Armi create per colpire e terrorizzare i civili, inutili sul piano militare, messe al bando dal trattato di Ottawa, ora sotto attacco. La storia dell’imprenditore che ha smesso di produrle ed è andato a fare lo sminatore nell’ex Jugoslavia. Una fonte di ispirazione per la possibile azione politica dell’Italia.

Bonfica mine antipersona in Kosovo. C.FERRARO/ANSA-CD

Chi ha la memoria corta non ricorda che fu la prima amministrazione statunitense di Donald Trump a contrattare con i Talebani il ritiro delle truppe occidentali dall’Afghanistan dopo 20 anni di presenza militare che ha comportato una spesa di oltre 2mila miliardi di dollari secondo le stime della Brown University, oltre a centinaia di migliaia di morti. L’allora segretario di Stato Mike Pompeo, già capo della Cia, concordò in Qatar i dettagli dell’operazione senza interessare le cancellerie degli altri Paesi coinvolti nella presenza delle loro truppe, anche in modalità di combattimento. Toccò poi a Biden nel 2021 dare applicazione a quell’accordo che mostrò tutte le sue pecche con la fuga precipitosa degli occidentali da Kabul, simile alla fine ingloriosa degli Usa in Vietnam.

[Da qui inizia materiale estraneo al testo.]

/**
 * Holomorphy at the cusp in several variables, and the constant ρ of Theorem B
 * (MATH.md §6, "Several variables: the same with x − ¼ℓᵀM⁻¹ℓ and representatives of ℓ
 * modulo 2MZⁿ").
 *
 * For a form of index M (positive definite, 2M integral) and Heisenberg vector
 * c ≡ diag(2M) (mod 2), the elliptic transformation law gives, for λ ∈ Zⁿ,
 *   c(x + λᵀℓ + λᵀMλ, ℓ + 2Mλ) = ±c(x, ℓ),
 * and the hyperbolic norm N = x − ¼ℓᵀM⁻¹ℓ is invariant under this move (expand
 * ¼(ℓ + 2Mλ)ᵀM⁻¹(ℓ + 2Mλ) = ¼ℓᵀM⁻¹ℓ + λᵀℓ + λᵀMλ). So a coefficient depends (up to
 * sign) only on N and the class γ of ℓ in (c/2 + Zⁿ)/2MZⁿ. Within a class, the
 * representative with least ¼ℓᵀM⁻¹ℓ =: m_γ carries the coefficient at q-exponent
 * x = N + m_γ ≤ N + ρ, ρ = max_γ m_γ. Hence every coefficient with N ≤ B is, up to sign,
 * one with x ≤ B + ρ. A weak form is holomorphic iff c(x, ℓ) = 0 whenever N < 0, a
 * cusp form iff also whenever N = 0; both are decided by the coefficients with x ≤ ρ.
 *
 * Computing m_γ: write ℓ = w + 2My with w = c/2 + v a class representative, y ∈ Zⁿ. Then
 * ¼ℓᵀM⁻¹ℓ = (y − t)ᵀM(y − t) with t = −½M⁻¹w, so m_γ is the squared M-distance from t
 * to the lattice Zⁿ: a closest-vector problem, solved exactly by enumeration
 * (Fincke–Pohst with the LDLᵀ form of M, integer ranges found by exact comparisons, no
 * floating point). When there are more than CLASS_LIMIT classes, ρ is replaced by the
 * nearest-plane bound ¼Σd_i (d_i the LDLᵀ pivots), which is ≥ every m_γ: rounding the
 * coordinates from the last to the first makes each term d_i(y_i − c_i)² ≤ d_i/4. An
 * upper bound of ρ is sound — a larger q-order compares a superset of the coefficients.
 */
import {
  type Rational,
  type Int,
  JSBI,
  rat,
  radd,
  rsub,
  rmul,
  rcmp,
  rfloor,
  rational,
} from '../series/index.js';
import type { Holomorphy } from './holomorphy.js';
import { heisenbergCharacter } from './modular-type.js';
import {
  type RationalMatrix,
  bilinear,
  isPositiveDefinite,
  ldlDecomposition,
  latticeClassRepresentatives,
  matrixInverse,
  matrixVector,
  twiceIntegral,
} from './matrix.js';

/** More classes than this and ρ is bounded by the nearest-plane bound instead. */
export const CLASS_LIMIT = 4096;

export interface IndexRho {
  /** ρ = max_γ min_{ℓ∈γ} ¼ℓᵀM⁻¹ℓ, or an upper bound of it when `exact` is false. */
  readonly rho: Rational;
  readonly exact: boolean;
  /** |det 2M|, the number of classes. */
  readonly classes: number;
}

/** c ≡ diag(2M) (mod 2) for an index with 2M integral (MATH.md §3). */
export function heisenbergVector(M: RationalMatrix): number[] {
  twiceIntegral(M, 'heisenbergVector');
  return heisenbergCharacter({ weight: rat(0), index: M, etaPower: 0 });
}

/**
 * min over y ∈ Zⁿ of (y − t)ᵀA(y − t) for A positive definite, exactly: returns the
 * minimum and a minimiser.
 */
export function closestVectorDistance(A: RationalMatrix, t: readonly Rational[]): { value: Rational; y: Int[] } {
  const ldl = ldlDecomposition(A);
  if (ldl === null) throw new RangeError('closestVectorDistance: matrix is not positive definite');
  const { d, mu } = ldl;
  const n = A.length;
  const y: Int[] = Array.from({ length: n }, () => JSBI.BigInt(0));
  const u: Rational[] = Array.from({ length: n }, () => rat(0));
  const center = (i: number): Rational => {
    let c = t[i]!;
    for (let j = i + 1; j < n; j++) c = rsub(c, rmul(mu[i]![j]!, u[j]!));
    return c;
  };
  const term = (i: number, yi: Int, c: Rational): Rational => {
    const diff = rsub(rational(yi), c);
    return rmul(d[i]!, rmul(diff, diff));
  };
  // Nearest plane (Babai): the first candidate.
  let best = rat(0);
  for (let i = n - 1; i >= 0; i--) {
    const c = center(i);
    const yi = rfloor(radd(c, rat(1, 2)));
    y[i] = yi;
    u[i] = rsub(rational(yi), t[i]!);
    best = radd(best, term(i, yi, c));
  }
  let bestY = [...y];
  // Exhaustive search for anything strictly smaller.
  const search = (i: number, partial: Rational): void => {
    if (i < 0) {
      if (rcmp(partial, best) < 0) {
        best = partial;
        bestY = [...y];
      }
      return;
    }
    const c = center(i);
    const start = rfloor(c);
    const visit = (yi: Int): boolean => {
      const s = radd(partial, term(i, yi, c));
      if (rcmp(s, best) >= 0) return false;
      y[i] = yi;
      u[i] = rsub(rational(yi), t[i]!);
      search(i - 1, s);
      return true;
    };
    // (y − c)² is convex in y: walk outward from ⌊c⌋ and ⌊c⌋ + 1 while the bound holds.
    for (let yi = start; visit(yi); yi = JSBI.subtract(yi, JSBI.BigInt(1)));
    for (let yi = JSBI.add(start, JSBI.BigInt(1)); visit(yi); yi = JSBI.add(yi, JSBI.BigInt(1)));
  };
  search(n - 1, rat(0));
  return { value: best, y: bestY };
}

/** The least ¼ℓᵀM⁻¹ℓ over ℓ ∈ w + 2MZⁿ, and a minimising ℓ. */
export function cosetMinimum(M: RationalMatrix, w: readonly Rational[]): { value: Rational; l: Rational[] } {
  const Minv = matrixInverse(M);
  if (Minv === null || !isPositiveDefinite(M)) throw new RangeError('cosetMinimum: index matrix is not positive definite');
  const t = matrixVector(Minv, w).map((x) => rmul(x, rat(-1, 2)));
  const { value, y } = closestVectorDistance(M, t);
  const My = matrixVector(M, y.map((k) => rational(k)));
  const l = w.map((x, i) => radd(x, rmul(rat(2), My[i]!)));
  return { value, l };
}

/** ¼ℓᵀM⁻¹ℓ. */
export function quarterNorm(l: readonly Rational[], Minv: RationalMatrix): Rational {
  return rmul(rat(1, 4), bilinear(l, Minv, l));
}

/** Representatives w = c/2 + v of (c/2 + Zⁿ)/2MZⁿ, or null when more than `limit`. */
export function indexClassRepresentatives(M: RationalMatrix, limit = Infinity): Rational[][] | null {
  const two = twiceIntegral(M, 'indexClassRepresentatives');
  const c = heisenbergVector(M);
  const reps = latticeClassRepresentatives(two, limit);
  if (reps === null) return null;
  return reps.map((v) => v.map((k, i) => radd(rat(k), rat(c[i]!, 2))));
}

/**
 * ρ = max over classes γ ∈ (c/2 + Zⁿ)/2MZⁿ of min_{ℓ∈γ} ¼ℓᵀM⁻¹ℓ for a positive
 * definite M with 2M integral (RangeError otherwise). The 0×0 index gives 0.
 */
export function indexRho(M: RationalMatrix, classLimit = CLASS_LIMIT): IndexRho {
  const ldl = ldlDecomposition(M);
  if (ldl === null) throw new RangeError('indexRho: index matrix is not positive definite');
  if (M.length === 0) return { rho: rat(0), exact: true, classes: 1 };
  const reps = indexClassRepresentatives(M, classLimit);
  if (reps === null) {
    let bound = rat(0);
    for (const di of ldl.d) bound = radd(bound, rmul(di, rat(1, 4)));
    return { rho: bound, exact: false, classes: Infinity };
  }
  let rho = rat(0);
  for (const w of reps) {
    const { value } = cosetMinimum(M, w);
    if (rcmp(value, rho) > 0) rho = value;
  }
  return { rho, exact: true, classes: reps.length };
}

/**
 * The q-order up to which coefficients decide `holomorphic` / `cusp` for a positive
 * definite index M (ρ above, or its upper bound); 0 for `weak` (only x < 0 matters).
 * Throws a RangeError for an M that is not positive definite (the caller reports the
 * question unsupported).
 */
export function holomorphyOrderMatrix(property: Holomorphy, M: RationalMatrix): Rational {
  if (!isPositiveDefinite(M)) throw new RangeError('holomorphyOrderMatrix: index matrix is not positive definite');
  if (property === 'weak') return rat(0);
  return indexRho(M).rho;
}

/**
 * Whether c(x, ℓ) must vanish for a form with the property, given M⁻¹ (M positive
 * definite): weak: x < 0; holomorphic: x − ¼ℓᵀM⁻¹ℓ < 0; cusp: ≤ 0. (For positive definite
 * M, x < 0 already gives a negative norm, so holomorphic implies weak.)
 */
export function mustVanishVector(property: Holomorphy, x: Rational, l: readonly Rational[], Minv: RationalMatrix): boolean {
  if (rcmp(x, rat(0)) < 0) return true;
  if (property === 'weak') return false;
  const norm = rsub(x, quarterNorm(l, Minv));
  const s = rcmp(norm, rat(0));
  return property === 'holomorphic' ? s < 0 : s <= 0;
}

Ci si chiede ora, davanti alle dichiarazioni contraddittorie di Trump, se anche l’Ucraina, sostenuta in particolare dalle armi e dall’intelligence statunitense e britannica, sarà costretta ad arrendersi dopo oltre tre anni dall’invasione russa, per il venir meno delle forniture belliche Usa che, assieme a quelle degli alleati, come afferma la von der Leyen, hanno trasformato quel Paese in «un porcospino d’acciaio» e richiesto il sacrificio di migliaia di vite di un popolo finito al centro di una contesa geopolitica tra grandi potenze.

Mentre si palesa l’inefficacia delle trattative per un cessate il fuoco, promesso da Trump in 24 ore dal suo insediamento alla Casa Bianca, il conflitto armato si fa sempre più intenso alla ricerca di una vittoria fatta balenare ad entrambi le parti, con il risultato di far fallire ogni tentativo di soluzione diplomatica avanzato in questi anni.

In un conflitto sempre più disperato contro un nemico “esistenziale” si finisce per legittimare ogni tipo di arma, compresa quella non più indicibile: la bomba nucleare, definita da alcuni “tattica” nel vano tentativo di limitarne gli effetti autodistruttivi.

In questa rapida discesa verso la follia, hanno fatto la ricomparsa le mine antipersona che ci eravamo illusi di poter dimenticare dopo il trattato di Ottawa del 1997 che le ha messe al bando. A quella Convenzione non aderiscono finora 33 Stati che fanno parte dell’Onu e tra questi troviamo Usa, Cina e Russia.

Le mine antipersona sono usate dai russi nel conflitto in Ucraina e, come già scritto, l’allora presidente Biden ha autorizzato l’invio di tali ordigni a Kiev. L’Ucraina ha ora annunciato di volersi ritirare dal trattato di Ottawa come già espresso dai Paesi Baltici e dalla Polonia.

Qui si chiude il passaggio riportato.